Despite the rhetoric against having a ‘soft’ attitude towards Pakistan, the BJP whenever they come to power pursue a different path towards the country’s western neighbour. When Prime Minister Narendra Modi landed in Lahore to greet Nawaz Sharif on his birthday, many were drawing a parallel on how Atal Bihari Vajpayee tried to have friendly relations with the country, which the Sangh Parivar often describes as an enemy.
But after Vajpayee’s 1999 Lahore bus trip, came the ill-fated Agra Summit in which negotiations broke down, putting bilateral relations in rough water. Now, will Pathankot turn out to be another Agra? However, Sharif is no Musharraf, and 2016 is not 2001. The message Pakistan sent after the deadly attack by terrorists on Pathankot and the Modi government’s considered reaction to it seem to herald a new chapter in the relations between the two countries.
In contrast to his earlier criticism of the previous UPA government’s soft policy on Pakistan, Modi started his rule with a difference in that he invited Sharif for his swearing-in ceremony. But the warmth did not last for long. Soon after, the Modi government took a stubborn stand in dealing with Pakistan by calling off talks when the Pak envoy decided to meet Hurriyat leaders.
The stand-off between the two countries continued until both the national security advisors met in Bangkok on 6 December. Following that, External Affairs Minister Sushma Swaraj also visited Islamabad and met Sharif.
Modi’s visit to Lahore on Christmas day, called a ‘surprise stop over’ although the Opposition derided it as ‘nothing more than an adventure’ was another step.
Modi reportedly said to his counterpart in Lahore — “Ab to aana jaana laga rahega (Now we will keep seeing each other more often).” Sharif later said, “The Indian prime minister came to Lahore and gave us his few hours. It is high time the countries put aside their hostilities. Goodwill gestures are the solution to many an ill.”
Foreign secretaries of both the nations decided to meet on 15 January to lay down a roadmap to continue the Comprehensive Bilateral Dialogue. However, within a week everything has changed with the Pathankot attack.
India demanded a “prompt and decisive action” against the perpetrators and provided “actionable intelligence” to reveal the role of Pak perpetrators. Also, India made it clear that the dialogue will go ahead only after Pakistan takes stern action against the perpetrators. For their part, Pakistan also responded in a better way than earlier. They constituted a top committee comprising intelligence, military and other top investigating officers. Just 36 hours before the scheduled FS level talks, they detained main suspects of the terror attack including Jaish-e-Mohammed founder Masood Azhar.
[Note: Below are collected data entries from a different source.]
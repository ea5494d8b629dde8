//! Surface and interior: a cell is exposed when one of its 12 neighbour sites is empty.

use super::lattice::Lattice;

#[derive(Debug, Clone, Copy, PartialEq, Eq)]
enum Verdict {
    /// All neighbours lie in shells that every adult body fills.
    Interior,
    /// A neighbour lies beyond every adult body.
    Surface,
    /// A neighbour lies in the outermost shell, which bodies fill differently.
    Open,
}

/// Which places of a compact body of a given size are surface, looked up where that is certain.
#[derive(Debug, Clone)]
pub struct ExposureMap {
    verdicts: Vec<Verdict>,
}

impl ExposureMap {
    /// The map for compact bodies of exactly `cells` cells on `lattice`.
    #[must_use]
    pub fn of_compact_body(lattice: &Lattice, cells: usize) -> Self {
        let full = lattice.shell_ends().iter().rev().find(|end| **end <= cells).copied();
        let certain = full.unwrap_or(0);
        let mut filled = vec![0_u8; lattice.grid_len()];
        for (rank, &place) in lattice.order().iter().enumerate() {
            filled[place as usize] = if rank < certain { 2 } else { u8::from(certain < cells) };
        }
        let mut verdicts = vec![Verdict::Surface; lattice.grid_len()];
        for &place in lattice.order() {
            let least = lattice.neighbours(place).map(|next| filled[next as usize]).min();
            verdicts[place as usize] = match least {
                Some(2) => Verdict::Interior,
                Some(1) => Verdict::Open,
                _ => Verdict::Surface,
            };
        }
        Self { verdicts }
    }

    /// Whether the cell at `place` is exposed, `occupied` telling which places hold cells.
    pub fn exposed(
        &self,
        lattice: &Lattice,
        place: u32,
        mut occupied: impl FnMut(u32) -> bool,
    ) -> bool {
        match self.verdicts[place as usize] {
            Verdict::Interior => false,
            Verdict::Surface => true,
            Verdict::Open => lattice.neighbours(place).any(|next| !occupied(next)),
        }
    }
}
PK Hormis Tharakan, former chief of India’s external intelligence agency, the Research and Analysis Wing (RAW) says, “The government must have been aware of these often-tried tactics of terror groups when they initiated the dialogue process.
“Swaraj had also hinted that spoilers will attempt to derail the process. Apart from terrorism, both countries are now trying to start comprehensive dialogues involving trade and other issues, which the terrorists want to stall. Then the government’s natural instinct should be to take forward the dialogue.”
The first such recognised armed provocation was the Kargil conflict which followed the 1999 Lahore meet between Vajpayee and Sharif. Dibyesh Anand, associate professor at Westminster University says, “Non-state actors, apparently funded and supported by Pakistan for its proxy wars in Afghanistan and Kashmir in the past, feel anxious with the efforts put forward by the Pakistani government to normalise relations with neighbours and would want conflict to continue so that they continue to operate with impunity.”
Just two weeks after the FS’s visit to Pakistan as part of the SAARC meet, they attacked Samba and Kathua in Jammu. Similarly just after Modi and Sharif’s meet at Ufa in Russia, there was an attack in Gurdaspur. But this time India and Pakistan seem to be determined not to allow the terrorists groups to usurp the agenda. Also, Washington’s pressure on both the countries to go ahead with the talks also kept New Delhi and Pakistan away from aggressive behaviour in the time of crisis. The talks initiated by the US on Taliban in Afganistan have also influenced Indo-Pak relations.